— RECORDS FOR THIS TASK —
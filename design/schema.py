"""The config's tables as typed frozen dataclasses: every key with its type, unit, doc,
default and allowed range, written once (the loader, ``pfcrig init`` and the docs read it).

Units are SI (V, A, W, Hz, H, F, s, ohm); fractions are plain numbers (0.2 = 20 %).  The ranges
of the ratings are the tool's scope: single-phase lines of 40..300 V rms, buses of 100..1000 V,
10 W..100 kW, switching at 5 kHz..1 MHz.  A key
whose default is ``None`` (and that is not required) is derived from the sizing by
``design.derive``.
"""

from __future__ import annotations

import dataclasses
from dataclasses import dataclass, field
from typing import Any

from .contract import CARRIERS


@dataclass(frozen=True)
class Key:
    """Schema of one config key: ``lo``/``hi`` bound the value (``*_open``: exclusive),
    ``choices`` restrict strings, ``kind`` is the Python type of a given value."""

    kind: type
    unit: str
    doc: str
    default: Any = None
    required: bool = False
    lo: float | None = None
    hi: float | None = None
    lo_open: bool = False
    hi_open: bool = False
    choices: tuple[str, ...] = ()


_KINDS = {"float": float, "int": int, "str": str}


def key(
    unit: str,
    doc: str,
    default: Any = None,
    *,
    required: bool = False,
    lo: float | None = None,
    hi: float | None = None,
    lo_open: bool = False,
    hi_open: bool = False,
    choices: tuple[str, ...] = (),
) -> Any:
    """A dataclass field carrying its :class:`Key` (the kind is read from the annotation)."""
    meta = dict(
        unit=unit,
        doc=doc,
        default=default,
        required=required,
        lo=lo,
        hi=hi,
        lo_open=lo_open,
        hi_open=hi_open,
        choices=choices,
    )
    if required:
        return field(metadata={"key": meta})
    return field(default=default, metadata={"key": meta})


def pos(unit: str, doc: str, default: Any = None, **kw: Any) -> Any:
    """A strictly positive number."""
    return key(unit, doc, default, lo=0.0, lo_open=True, **kw)


def nonneg(unit: str, doc: str, default: Any = None, **kw: Any) -> Any:
    """A number >= 0."""
    return key(unit, doc, default, lo=0.0, **kw)


def fraction(doc: str, default: float, hi: float = 1.0) -> Any:
    """A fraction in (0, hi]."""
    return key("1", doc, default, lo=0.0, lo_open=True, hi=hi)


def keys_of(cls: type) -> dict[str, Key]:
    """{name: Key} of one table class, in declaration order."""
    out = {}
    for f in dataclasses.fields(cls):
        meta = dict(f.metadata["key"])
        kind = _KINDS[str(f.type).split("|")[0].strip()]
        out[f.name] = Key(kind=kind, **meta)
    return out


@dataclass(frozen=True, kw_only=True)
class SpecTable:
    """``[spec]``: the ratings of the stage."""

    vin_rms_min: float = key(
        "V", "lowest line voltage at full power (rms)", required=True, lo=40.0, hi=300.0
    )
    vin_rms_max: float = key("V", "highest line voltage (rms)", required=True, lo=40.0, hi=300.0)
    vin_rms_nominal: float = key(
        "V", "nominal line voltage (rms)", required=True, lo=40.0, hi=300.0
    )
    line_freq: float = key("Hz", "nominal line frequency", required=True, lo=45.0, hi=66.0)
    vout: float = key("V", "regulated bus voltage", required=True, lo=100.0, hi=1000.0)
    power: float = key(
        "W", "rated output power delivered to the bus", required=True, lo=10.0, hi=100e3
    )
    efficiency: float = fraction("expected efficiency at full power", 0.96)
    fsw: float = key("Hz", "switching frequency of the fast leg", required=True, lo=5e3, hi=1e6)
    ripple_current: float = fraction(
        "inductor ripple pk-pk as a fraction of the peak line current at vin_rms_min, full power",
        0.3,
        hi=2.0,
    )
    ripple_voltage_pp: float = fraction(
        "bus ripple pk-pk at twice line frequency as a fraction of vout", 0.05, hi=0.5
    )
    holdup_time: float = key(
        "s", "time the bus must carry full power after the line is lost", 0.0, lo=0.0, hi=1.0
    )
    vout_min_holdup: float = pos(
        "V", "lowest bus voltage at the end of hold-up (default 0.75 vout)", None, hi=1000.0
    )
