impl StandIn {
    fn raw(&self, p: &Pair, position: f64) -> f64 {
        turn_on_angle(1.0 / (self.kx * p.y), position) * self.tpr + self.off + self.c * p.dv
    }

    /// Twice the least distance of the pairs' delays from their
    /// intervals' ends (comparable with the fit's slack).
    fn slack(&self, pairs: &[Pair], position: f64) -> f64 {
        2.0 * pairs
            .iter()
            .map(|p| {
                let r = self.raw(p, position);
                (r - p.lo).min(p.hi - r)
            })
            .fold(f64::INFINITY, f64::min)
    }

    fn rounded(self) -> Self {
        let r = |v: f64| f64::from(v as f32);
        Self {
            kx: r(self.kx),
            tpr: r(self.tpr),
            off: r(self.off),
            c: r(self.c),
        }
    }
}

fn golden(mut lo: f64, mut hi: f64, steps: usize, f: impl Fn(f64) -> f64) -> f64 {
    const R: f64 = 0.381_966_011_250_105_1;
    let (mut m1, mut m2) = (lo + (hi - lo) * R, hi - (hi - lo) * R);
    let (mut f1, mut f2) = (f(m1), f(m2));
    for _ in 0..steps {
        if f1 > f2 {
            hi = m2;
            (m2, f2) = (m1, f1);
            m1 = lo + (hi - lo) * R;
            f1 = f(m1);
        } else {
            lo = m1;
            (m1, f1) = (m2, f2);
            m2 = hi - (hi - lo) * R;
            f2 = f(m2);
        }
    }
    0.5 * (lo + hi)
}

/// The ideal stand-in's `kx` and ticks per radian, the centres of the
/// searches.
#[derive(Debug, Clone, Copy)]
struct Start {
    kx: f64,
    tpr: f64,
    position: f64,
}

/// The largest-slack stand-in for `pairs` (all of them in the fit).
fn fit_sample(pairs: &[Pair], s: Start) -> (StandIn, f64) {
    let at_kx = |kx: f64| -> (StandIn, f64) {
        let a: Vec<f64> = pairs
            .iter()
            .map(|p| turn_on_angle(1.0 / (kx * p.y), s.position))
            .collect();
        let c = voltage_slope(pairs, &a);
        let room = |t: f64| -> (f64, f64) {
            let (mut f, mut g) = (f64::NEG_INFINITY, f64::INFINITY);
            for (p, a) in pairs.iter().zip(&a) {
                let e = a * t + c * p.dv;
                f = f.max(p.lo - e);
                g = g.min(p.hi - e);
            }
            (g - f, 0.5 * (f + g))
        };
        let t = golden(0.6 * s.tpr, 1.6 * s.tpr, 40, |t| room(t).0);
        let (slack, off) = room(t);
        (StandIn { kx, tpr: t, off, c }, slack)
    };
    let kx = golden(0.6 * s.kx, 1.6 * s.kx, 36, |k| at_kx(k).1);
    at_kx(kx)
}

/// Least-squares slope of the aims over the voltage codes, with the
/// angle and a constant: the aims' voltage dependence at a fixed ratio.
fn voltage_slope(pairs: &[Pair], a: &[f64]) -> f64 {
    let mut m = nalgebra::Matrix3::<f64>::zeros();
    let mut r = nalgebra::Vector3::<f64>::zeros();
    for (p, &a) in pairs.iter().zip(a) {
        let x = nalgebra::Vector3::new(a, p.dv, 1.0);
        m += x * x.transpose();
        r += x * p.aim;
    }
    m.lu().solve(&r).map_or(0.0, |x| x[1])
}

/// [`fit_sample`] by cutting planes over all of `pairs`; the stand-in with
/// its coefficients rounded to f32 and its slack over every pair.
fn fit_run(pairs: &[Pair], s: Start) -> (StandIn, f64) {
    let mut sel: Vec<Pair> = pairs.iter().step_by(SAMPLE).copied().collect();
    if let Some(last) = pairs.last() {
        sel.push(*last);
    }
    loop {
        let (fit, slack) = fit_sample(&sel, s);
        let fit = fit.rounded();
        let all = fit.slack(pairs, s.position);
        // Done when the sample has no room to give or every pair has it.
        if slack < TARGET_SLACK_TICKS || all >= TARGET_SLACK_TICKS {
            return (fit, all);
        }
        let before = sel.len();
        sel.extend(
            pairs
                .iter()
                .filter(|p| {
                    let r = fit.raw(p, s.position);
                    (r - p.lo).min(p.hi - r) < 0.5 * TARGET_SLACK_TICKS
                })
                .step_by(4)
                .take(1000),
        );
        if sel.len() == before {
            return (fit, all);
        }
    }
}

/// A run of a band's sorted pairs and its fit.
#[derive(Debug, Clone, Copy)]
struct Run {
    start: usize,
    end: usize,
    fit: StandIn,
    slack: f64,
}

/// The pieces of one band's sorted pairs.
fn fit_band(pairs: &[Pair], s: Start) -> Vec<Run> {
    let mut todo = vec![(0, pairs.len())];
    let mut done: Vec<Run> = Vec::new();
    while let Some((start, end)) = todo.pop() {
        let (fit, slack) = fit_run(&pairs[start..end], s);
        let run = Run {
            start,
            end,
            fit,
            slack,
        };
        if slack >= TARGET_SLACK_TICKS || end - start <= MIN_RUN {
            done.push(run);
            continue;
        }
        // Cut in the middle, never between pairs of the same ratio.
        let mut mid = (start + end) / 2;
        while mid < end && pairs[mid].y == pairs[mid - 1].y {
            mid += 1;
        }
        if mid == end {
            done.push(run);
            continue;
        }
        todo.push((mid, end));
        todo.push((start, mid));
    }
    done.sort_by_key(|r| r.start);
    // Merge neighbours while the merged piece keeps the room.
    let mut k = 0;
    while k + 1 < done.len() {
        let (a, b) = (done[k], done[k + 1]);
        let (fit, slack) = fit_run(&pairs[a.start..b.end], s);
        if slack >= TARGET_SLACK_TICKS.min(a.slack).min(b.slack) {
            done[k] = Run {
                start: a.start,
                end: b.end,
                fit,
                slack,
            };
            done.remove(k + 1);
        } else {
            k += 1;
        }
    }
    done
}

/// [`fit_pieces`] with the design's own exact model (every reading's
/// robust window computed once first).
///
/// # Errors
/// As [`fit_pieces`].
pub fn fit_design_pieces(design: &Design) -> Result<PieceSet, timing_core::Error> {
    let model = ExactModel::new(design);
    let readings = model.readings();
    let model = match &readings {
        Some(r) => model.with_readings(r),
        None => model,
    };
    fit_pieces(design, &model)
}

— TASK BRIEF —
Pick every line containing the word "True" out of the material, and copy those lines.

— WRITTEN SOLUTION —
@dataclass(frozen=True)
    return key(unit, doc, default, lo=0.0, lo_open=True, **kw)
    return key("1", doc, default, lo=0.0, lo_open=True, hi=hi)
@dataclass(frozen=True, kw_only=True)
        "V", "lowest line voltage at full power (rms)", required=True, lo=40.0, hi=300.0
    vin_rms_max: float = key("V", "highest line voltage (rms)", required=True, lo=40.0, hi=300.0)
        "V", "nominal line voltage (rms)", required=True, lo=40.0, hi=300.0
    line_freq: float = key("Hz", "nominal line frequency", required=True, lo=45.0, hi=66.0)
    vout: float = key("V", "regulated bus voltage", required=True, lo=100.0, hi=1000.0)
        "W", "rated output power delivered to the bus", required=True, lo=10.0, hi=100e3
    fsw: float = key("Hz", "switching frequency of the fast leg", required=True, lo=5e3, hi=1e6)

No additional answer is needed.